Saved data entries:
• • •
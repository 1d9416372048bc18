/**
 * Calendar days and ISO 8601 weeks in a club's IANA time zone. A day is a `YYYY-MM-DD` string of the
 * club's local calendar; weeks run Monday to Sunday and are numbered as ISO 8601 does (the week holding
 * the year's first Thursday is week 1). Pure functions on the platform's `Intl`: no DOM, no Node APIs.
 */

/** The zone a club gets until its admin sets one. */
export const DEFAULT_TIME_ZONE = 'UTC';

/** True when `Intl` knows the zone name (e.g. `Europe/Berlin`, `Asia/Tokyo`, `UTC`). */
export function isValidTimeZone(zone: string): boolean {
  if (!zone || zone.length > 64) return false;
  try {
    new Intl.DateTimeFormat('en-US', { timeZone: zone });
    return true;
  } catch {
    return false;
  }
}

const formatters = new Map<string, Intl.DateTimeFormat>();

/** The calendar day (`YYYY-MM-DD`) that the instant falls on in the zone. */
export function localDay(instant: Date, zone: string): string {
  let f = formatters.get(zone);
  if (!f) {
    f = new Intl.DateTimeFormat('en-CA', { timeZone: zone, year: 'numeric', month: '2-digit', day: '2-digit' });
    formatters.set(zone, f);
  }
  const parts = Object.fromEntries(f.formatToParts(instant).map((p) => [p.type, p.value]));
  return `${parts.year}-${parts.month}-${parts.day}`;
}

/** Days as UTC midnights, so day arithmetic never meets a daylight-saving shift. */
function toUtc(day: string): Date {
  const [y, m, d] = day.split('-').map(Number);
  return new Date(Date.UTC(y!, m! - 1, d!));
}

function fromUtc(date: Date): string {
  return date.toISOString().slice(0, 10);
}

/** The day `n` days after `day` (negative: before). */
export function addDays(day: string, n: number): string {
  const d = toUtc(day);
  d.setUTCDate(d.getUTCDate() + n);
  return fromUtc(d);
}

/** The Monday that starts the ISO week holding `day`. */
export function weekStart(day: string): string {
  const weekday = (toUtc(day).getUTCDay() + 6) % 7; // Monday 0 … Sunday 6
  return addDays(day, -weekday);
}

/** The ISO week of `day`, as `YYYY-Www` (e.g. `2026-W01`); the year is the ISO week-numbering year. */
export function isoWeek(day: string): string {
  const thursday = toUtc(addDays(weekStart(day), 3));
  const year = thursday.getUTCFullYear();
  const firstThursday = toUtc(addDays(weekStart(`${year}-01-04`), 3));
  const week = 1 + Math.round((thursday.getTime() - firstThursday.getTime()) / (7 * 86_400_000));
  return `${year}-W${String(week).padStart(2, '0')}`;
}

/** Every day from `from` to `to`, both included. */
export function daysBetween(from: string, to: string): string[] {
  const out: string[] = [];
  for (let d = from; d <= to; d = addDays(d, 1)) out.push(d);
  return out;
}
• • •
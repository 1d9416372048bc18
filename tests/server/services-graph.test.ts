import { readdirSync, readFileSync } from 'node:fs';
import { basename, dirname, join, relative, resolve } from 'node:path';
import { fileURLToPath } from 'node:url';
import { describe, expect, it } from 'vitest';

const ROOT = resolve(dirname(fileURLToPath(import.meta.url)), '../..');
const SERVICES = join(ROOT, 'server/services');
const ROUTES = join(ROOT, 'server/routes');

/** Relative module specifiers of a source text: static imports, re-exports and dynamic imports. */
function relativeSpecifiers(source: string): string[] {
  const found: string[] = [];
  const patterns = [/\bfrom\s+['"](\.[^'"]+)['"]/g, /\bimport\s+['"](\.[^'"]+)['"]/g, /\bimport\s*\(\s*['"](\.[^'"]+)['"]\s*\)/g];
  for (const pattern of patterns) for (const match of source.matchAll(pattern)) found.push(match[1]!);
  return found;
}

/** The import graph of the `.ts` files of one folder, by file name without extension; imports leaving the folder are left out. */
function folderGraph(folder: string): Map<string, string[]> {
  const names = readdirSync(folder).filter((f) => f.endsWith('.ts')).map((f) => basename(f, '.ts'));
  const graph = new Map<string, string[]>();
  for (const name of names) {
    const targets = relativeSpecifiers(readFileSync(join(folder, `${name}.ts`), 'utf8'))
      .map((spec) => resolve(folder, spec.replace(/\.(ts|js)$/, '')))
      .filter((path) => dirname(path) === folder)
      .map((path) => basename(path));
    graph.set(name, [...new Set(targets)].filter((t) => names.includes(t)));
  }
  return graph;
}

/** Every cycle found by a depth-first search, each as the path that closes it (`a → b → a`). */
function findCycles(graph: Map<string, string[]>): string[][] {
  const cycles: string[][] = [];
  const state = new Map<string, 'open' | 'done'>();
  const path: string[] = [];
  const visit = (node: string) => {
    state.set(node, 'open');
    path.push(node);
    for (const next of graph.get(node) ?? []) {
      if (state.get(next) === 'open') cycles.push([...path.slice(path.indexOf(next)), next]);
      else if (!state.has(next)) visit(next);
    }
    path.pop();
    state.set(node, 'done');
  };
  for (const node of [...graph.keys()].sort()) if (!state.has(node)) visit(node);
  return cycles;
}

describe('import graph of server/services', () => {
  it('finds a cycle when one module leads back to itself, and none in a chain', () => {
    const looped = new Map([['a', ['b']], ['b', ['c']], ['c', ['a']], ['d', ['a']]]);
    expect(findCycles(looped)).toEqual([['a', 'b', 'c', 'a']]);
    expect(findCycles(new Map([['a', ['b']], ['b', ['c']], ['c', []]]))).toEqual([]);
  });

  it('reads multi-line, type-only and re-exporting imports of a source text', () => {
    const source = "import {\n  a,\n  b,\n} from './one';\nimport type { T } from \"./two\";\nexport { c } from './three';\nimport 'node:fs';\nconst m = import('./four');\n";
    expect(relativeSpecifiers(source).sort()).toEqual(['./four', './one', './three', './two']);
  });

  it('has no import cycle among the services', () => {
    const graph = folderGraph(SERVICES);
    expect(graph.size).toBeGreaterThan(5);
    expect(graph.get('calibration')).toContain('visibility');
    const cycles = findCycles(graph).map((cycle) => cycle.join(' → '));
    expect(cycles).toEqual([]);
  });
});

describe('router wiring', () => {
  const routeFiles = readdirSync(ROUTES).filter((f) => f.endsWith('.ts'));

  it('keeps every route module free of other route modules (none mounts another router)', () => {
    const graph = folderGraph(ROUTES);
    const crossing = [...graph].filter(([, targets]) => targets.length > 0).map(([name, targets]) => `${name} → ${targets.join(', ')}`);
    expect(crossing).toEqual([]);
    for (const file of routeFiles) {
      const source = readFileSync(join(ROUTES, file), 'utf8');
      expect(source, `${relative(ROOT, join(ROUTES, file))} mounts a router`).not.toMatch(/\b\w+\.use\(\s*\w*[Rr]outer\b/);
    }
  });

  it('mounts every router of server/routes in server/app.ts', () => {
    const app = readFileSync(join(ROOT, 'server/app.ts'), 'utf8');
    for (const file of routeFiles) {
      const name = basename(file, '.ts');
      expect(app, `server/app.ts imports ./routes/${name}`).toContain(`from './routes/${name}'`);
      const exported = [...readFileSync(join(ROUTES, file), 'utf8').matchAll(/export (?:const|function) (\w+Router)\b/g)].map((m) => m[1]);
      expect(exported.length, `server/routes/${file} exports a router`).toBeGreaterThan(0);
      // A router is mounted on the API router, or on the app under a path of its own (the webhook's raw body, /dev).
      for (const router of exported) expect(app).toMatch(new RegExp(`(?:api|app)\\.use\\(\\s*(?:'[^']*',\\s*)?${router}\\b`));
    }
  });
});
• • •
◆ TASK INSTRUCTIONS
Tally the lines in the records that contain "sort", then give only the tally.

◆ COMPLETED TASK
2